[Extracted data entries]
>>>>>

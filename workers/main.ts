import { hostname } from "node:os";
import PgBoss from "pg-boss";
import { closeDatabase } from "@/db/client";
import { env } from "@/lib/env";
import {
  type FitJobData,
  type HealthJobOutput,
  createQueues,
  fitDeadLetterQueue,
  fitQueue,
  healthQueue,
  heartbeatIntervalMs,
  queueSchema,
} from "@/lib/server/queues";
import { failureLog } from "./database-outage";
import { failUnstartedRevision, runFitJob } from "./fit-job";
import { handBack } from "./hand-back";
import { startHeartbeat } from "./heartbeat";
import { startJobLoop } from "./job-loop";
import { startSweeper } from "./sweeper";

// The background worker: started with tsx (`tsx workers/main.ts`). It answers health probes, runs fit
// revisions (WORKER_FIT_CONCURRENCY at a time) with a heartbeat, hands back the revisions of runners that
// are gone, and ends revisions whose jobs never started; several workers share the queues. It keeps
// running through a database outage and carries on when the database is back.

const workerName = env.WORKER_NAME ?? `${hostname()}:${process.pid}`;
const label = `worker ${workerName}`;
const sleep = (ms: number) => new Promise((resolve) => setTimeout(resolve, ms));

// The known rejections are handled where they arise; anything a library still leaves unhandled is logged
// and the worker carries on (every state it changes is guarded in the database).
process.on("unhandledRejection", (reason) => console.error(`${label}: unhandled rejection (the worker carries on):`, reason));

async function main(): Promise<void> {
  const boss = new PgBoss({
    connectionString: env.DATABASE_URL,
    schema: queueSchema,
    // Maintenance expires jobs left active by a dead worker (pg-boss bookkeeping; their revisions are the
    // sweeper's). No cron schedules are used.
    maintenanceIntervalSeconds: env.WORKER_MAINTENANCE_INTERVAL_SECONDS,
    schedule: false,
    max: env.WORKER_FIT_CONCURRENCY + 4,
  });
  const queueLog = failureLog(`${label}: pg-boss`);
  boss.on("error", (error) => queueLog.failed(error));
  boss.on("maintenance", () => queueLog.succeeded());
  await boss.start();
  await createQueues(boss);

  const staleSeconds = env.FIT_HEARTBEAT_STALE_SECONDS;
  const beatMs = heartbeatIntervalMs(staleSeconds);
  const heartbeat = startHeartbeat(beatMs, label);
  const context = {
    runner: workerName,
    appUrl: env.APP_URL,
    heartbeat,
    handBack: (revisionId: string, attempt: number) => handBack(boss, revisionId, { attempt }, { label, appUrl: env.APP_URL }),
  };

  const loops = [
    startJobLoop(boss, { queue: healthQueue.name, batchSize: 5, intervalMs: 500, label }, async (): Promise<HealthJobOutput> => ({
      worker: workerName,
      answeredAt: new Date().toISOString(),
    })),
    // One loop per concurrent fit; each takes one job at a time, so a fit's failure retries only itself.
    ...Array.from({ length: env.WORKER_FIT_CONCURRENCY }, () =>
      startJobLoop<FitJobData>(boss, { queue: fitQueue.name, batchSize: 1, intervalMs: 500, label }, async ([job]) => {
        const outcome = await runFitJob(job.data.revisionId, context);
        console.log(`${label}: revision ${outcome.revisionId} ${outcome.outcome} (attempt ${outcome.attempt ?? "-"})`);
        return outcome;
      }),
    ),
    startJobLoop<FitJobData>(boss, { queue: fitDeadLetterQueue.name, batchSize: 5, intervalMs: 1000, label }, async (jobs) => {
      for (const job of jobs) await failUnstartedRevision(job.data.revisionId, env.APP_URL);
    }),
  ];
  const sweeper = startSweeper({ boss, intervalMs: beatMs, staleSeconds, label, appUrl: env.APP_URL });
  console.log(`${label}: listening (${env.WORKER_FIT_CONCURRENCY} fit slots)`);

  let stopping = false;
  const stop = async (signal: string) => {
    if (stopping) return;
    stopping = true;
    console.log(`${label}: ${signal}, finishing current jobs (at most 20 s)`);
    sweeper.stop();
    // A fit still running after that is handed back by another worker's sweeper once its heartbeat is stale.
    await Promise.race([Promise.all(loops.map((loop) => loop.stop())), sleep(20_000)]);
    await heartbeat.stop();
    await boss.stop({ graceful: false, wait: true }).catch((error: unknown) => console.error(`${label}: pg-boss stop:`, error));
    await closeDatabase();
    process.exit(0);
  };
  process.on("SIGTERM", () => void stop("SIGTERM"));
  process.on("SIGINT", () => void stop("SIGINT"));
}

main().catch((error: unknown) => {
  console.error(`${label}: failed to start:`, error);
  process.exit(1);
});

<<<<<

* _Task item_
Word for word, retype all of the entries above.

* _Solution for this problem_
filename workers/main.ts
import { hostname } from "node:os";
import PgBoss from "pg-boss";
import { closeDatabase } from "@/db/client";
import { env } from "@/lib/env";
import {
  type FitJobData,
  type HealthJobOutput,
  createQueues,
  fitDeadLetterQueue,
  fitQueue,
  healthQueue,
  heartbeatIntervalMs,
  queueSchema,
} from "@/lib/server/queues";
import { failureLog } from "./database-outage";
import { failUnstartedRevision, runFitJob } from "./fit-job";
import { handBack } from "./hand-back";
import { startHeartbeat } from "./heartbeat";
import { startJobLoop } from "./job-loop";
import { startSweeper } from "./sweeper";

// The background worker: started with tsx (`tsx workers/main.ts`). It answers health probes, runs fit
// revisions (WORKER_FIT_CONCURRENCY at a time) with a heartbeat, hands back the revisions of runners that
// are gone, and ends revisions whose jobs never started; several workers share the queues. It keeps
// running through a database outage and carries on when the database is back.

const workerName = env.WORKER_NAME ?? `${hostname()}:${process.pid}`;
const label = `worker ${workerName}`;
const sleep = (ms: number) => new Promise((resolve) => setTimeout(resolve, ms));

// The known rejections are handled where they arise; anything a library still leaves unhandled is logged
// and the worker carries on (every state it changes is guarded in the database).
process.on("unhandledRejection", (reason) => console.error(`${label}: unhandled rejection (the worker carries on):`, reason));

async function main(): Promise<void> {
  const boss = new PgBoss({
    connectionString: env.DATABASE_URL,
    schema: queueSchema,
    // Maintenance expires jobs left active by a dead worker (pg-boss bookkeeping; their revisions are the
    // sweeper's). No cron schedules are used.
    maintenanceIntervalSeconds: env.WORKER_MAINTENANCE_INTERVAL_SECONDS,
    schedule: false,
    max: env.WORKER_FIT_CONCURRENCY + 4,
  });
  const queueLog = failureLog(`${label}: pg-boss`);
  boss.on("error", (error) => queueLog.failed(error));
  boss.on("maintenance", () => queueLog.succeeded());
  await boss.start();
  await createQueues(boss);

  const staleSeconds = env.FIT_HEARTBEAT_STALE_SECONDS;
  const beatMs = heartbeatIntervalMs(staleSeconds);
  const heartbeat = startHeartbeat(beatMs, label);
  const context = {
    runner: workerName,
    appUrl: env.APP_URL,
    heartbeat,
    handBack: (revisionId: string, attempt: number) => handBack(boss, revisionId, { attempt }, { label, appUrl: env.APP_URL }),
  };

  const loops = [
    startJobLoop(boss, { queue: healthQueue.name, batchSize: 5, intervalMs: 500, label }, async (): Promise<HealthJobOutput> => ({
      worker: workerName,
      answeredAt: new Date().toISOString(),
    })),
    // One loop per concurrent fit; each takes one job at a time, so a fit's failure retries only itself.
    ...Array.from({ length: env.WORKER_FIT_CONCURRENCY }, () =>
      startJobLoop<FitJobData>(boss, { queue: fitQueue.name, batchSize: 1, intervalMs: 500, label }, async ([job]) => {
        const outcome = await runFitJob(job.data.revisionId, context);
        console.log(`${label}: revision ${outcome.revisionId} ${outcome.outcome} (attempt ${outcome.attempt ?? "-"})`);
        return outcome;
      }),
    ),
    startJobLoop<FitJobData>(boss, { queue: fitDeadLetterQueue.name, batchSize: 5, intervalMs: 1000, label }, async (jobs) => {
      for (const job of jobs) await failUnstartedRevision(job.data.revisionId, env.APP_URL);
    }),
  ];
  const sweeper = startSweeper({ boss, intervalMs: beatMs, staleSeconds, label, appUrl: env.APP_URL });
  console.log(`${label}: listening (${env.WORKER_FIT_CONCURRENCY} fit slots)`);

  let stopping = false;
  const stop = async (signal: string) => {
    if (stopping) return;
    stopping = true;
    console.log(`${label}: ${signal}, finishing current jobs (at most 20 s)`);
    sweeper.stop();
    // A fit still running after that is handed back by another worker's sweeper once its heartbeat is stale.
    await Promise.race([Promise.all(loops.map((loop) => loop.stop())), sleep(20_000)]);
    await heartbeat.stop();
    await boss.stop({ graceful: false, wait: true }).catch((error: unknown) => console.error(`${label}: pg-boss stop:`, error));
    await closeDatabase();
    process.exit(0);
  };
  process.on("SIGTERM", () => void stop("SIGTERM"));
  process.on("SIGINT", () => void stop("SIGINT"));
}

main().catch((error: unknown) => {
  console.error(`${label}: failed to start:`, error);
  process.exit(1);
});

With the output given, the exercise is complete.